- **Records from a dataset**
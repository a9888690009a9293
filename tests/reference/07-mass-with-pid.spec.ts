import { describe, expect, it } from 'vitest';
import { runStudy } from './support/run-study';
import { expectLargest, expectWitness } from './support/two-sided';

// A mass on a spring and damper under an ideal PID law: m s³ + (c + Kd) s² + (k + Kp) s + Ki is stable if and only if
// m < (c + Kd)(k + Kp)/Ki (derived; Routh 1877).
const control = { law: 'pid', input: 'u', output: 'q', kp: 400, ki: 2000, kd: 40 };
const run = (damper: object, spring: object, mass: object = {}) =>
  runStudy({
    machine: { template: 'mass-spring-damper' },
    parameters: [
      { id: 'm', nominal: 5, minimum: 0, ...mass },
      { id: 'm0', nominal: 0 },
      { id: 'k', nominal: 100, ...spring },
      { id: 'c', nominal: 2, ...damper },
    ],
    control,
    payload: 'm',
    searchUpTo: 50,
  });

describe('a mass with a PID law', () => {
  it('carries up to 10.5 kg', () => {
    // Derived.
    const { largestPayload, smallestPayload, nominal } = run({}, {});
    expect(nominal.poles).toHaveLength(3);
    expectLargest(largestPayload, 10.5, 5);
    expect(largestPayload?.failsAt).toBeCloseTo(10.5, 3);
    expect(largestPayload?.frequency).toBeCloseTo(Math.sqrt(500 / 10.5), 3);
    // The mass matrix is singular at 0: the search down ends at a thousandth of the nominal mass.
    expect(smallestPayload).toMatchObject({ provedTo: 0.005, failsAt: null, searchedDownTo: 0.005 });
  });

  it('with bands on damper and spring is limited at their low ends', () => {
    // Derived: (1.5 + 40)(80 + 400)/2000 = 9.96 kg.
    const { largestPayload } = run({ low: 1.5, high: 2.5 }, { low: 80, high: 120 });
    expectLargest(largestPayload, 9.96, 5);
    expectWitness(largestPayload, { m: 9.96, k: 80, c: 1.5 }, 1e-4);
    expect(largestPayload?.frequency).toBeCloseTo(Math.sqrt(480 / 9.96), 3);
  });

  it('stretches its bands to the derived factor', () => {
    // Derived: 2000 (5 + 5κ) = (42 − 0.5κ)(500 − 20κ), the smaller root.
    const { bandStretch, bands } = run({ low: 1.5, high: 2.5 }, { low: 80, high: 120 }, { low: 1, high: 10 });
    const factor = (11090 - Math.sqrt(11090 * 11090 - 4 * 10 * 11000)) / 20;
    expectLargest(bandStretch, factor);
    expectWitness(bandStretch, { m: 5 + 5 * factor, k: 100 - 20 * factor, c: 2 - 0.5 * factor });
    expect(bands.verdict).toBe('fails');
  });

  it('fails at once where the bands reach below the nominal limit', () => {
    // Derived: the limit is below the nominal 5 kg wherever (c + 40)(k + 400) < 10000, such as at c = −18, k = 40.
    const { largestPayload } = run({ low: -18, high: 2 }, { low: 40, high: 120 });
    expect(largestPayload).toMatchObject({ provedTo: null, failsAt: 5, requirement: 'stability' });
  });
});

- **Task statement**
Reproduce the preceding records exactly and completely.

- **Reply**
repository a9888690009a9293
filename tests/reference/07-mass-with-pid.spec.ts
import { describe, expect, it } from 'vitest';
import { runStudy } from './support/run-study';
import { expectLargest, expectWitness } from './support/two-sided';

// A mass on a spring and damper under an ideal PID law: m s³ + (c + Kd) s² + (k + Kp) s + Ki is stable if and only if
// m < (c + Kd)(k + Kp)/Ki (derived; Routh 1877).
const control = { law: 'pid', input: 'u', output: 'q', kp: 400, ki: 2000, kd: 40 };
const run = (damper: object, spring: object, mass: object = {}) =>
  runStudy({
    machine: { template: 'mass-spring-damper' },
    parameters: [
      { id: 'm', nominal: 5, minimum: 0, ...mass },
      { id: 'm0', nominal: 0 },
      { id: 'k', nominal: 100, ...spring },
      { id: 'c', nominal: 2, ...damper },
    ],
    control,
    payload: 'm',
    searchUpTo: 50,
  });

describe('a mass with a PID law', () => {
  it('carries up to 10.5 kg', () => {
    // Derived.
    const { largestPayload, smallestPayload, nominal } = run({}, {});
    expect(nominal.poles).toHaveLength(3);
    expectLargest(largestPayload, 10.5, 5);
    expect(largestPayload?.failsAt).toBeCloseTo(10.5, 3);
    expect(largestPayload?.frequency).toBeCloseTo(Math.sqrt(500 / 10.5), 3);
    // The mass matrix is singular at 0: the search down ends at a thousandth of the nominal mass.
    expect(smallestPayload).toMatchObject({ provedTo: 0.005, failsAt: null, searchedDownTo: 0.005 });
  });

  it('with bands on damper and spring is limited at their low ends', () => {
    // Derived: (1.5 + 40)(80 + 400)/2000 = 9.96 kg.
    const { largestPayload } = run({ low: 1.5, high: 2.5 }, { low: 80, high: 120 });
    expectLargest(largestPayload, 9.96, 5);
    expectWitness(largestPayload, { m: 9.96, k: 80, c: 1.5 }, 1e-4);
    expect(largestPayload?.frequency).toBeCloseTo(Math.sqrt(480 / 9.96), 3);
  });

  it('stretches its bands to the derived factor', () => {
    // Derived: 2000 (5 + 5κ) = (42 − 0.5κ)(500 − 20κ), the smaller root.
    const { bandStretch, bands } = run({ low: 1.5, high: 2.5 }, { low: 80, high: 120 }, { low: 1, high: 10 });
    const factor = (11090 - Math.sqrt(11090 * 11090 - 4 * 10 * 11000)) / 20;
    expectLargest(bandStretch, factor);
    expectWitness(bandStretch, { m: 5 + 5 * factor, k: 100 - 20 * factor, c: 2 - 0.5 * factor });
    expect(bands.verdict).toBe('fails');
  });

  it('fails at once where the bands reach below the nominal limit', () => {
    // Derived: the limit is below the nominal 5 kg wherever (c + 40)(k + 400) < 10000, such as at c = −18, k = 40.
    const { largestPayload } = run({ low: -18, high: 2 }, { low: 40, high: 120 });
    expect(largestPayload).toMatchObject({ provedTo: null, failsAt: 5, requirement: 'stability' });
  });
});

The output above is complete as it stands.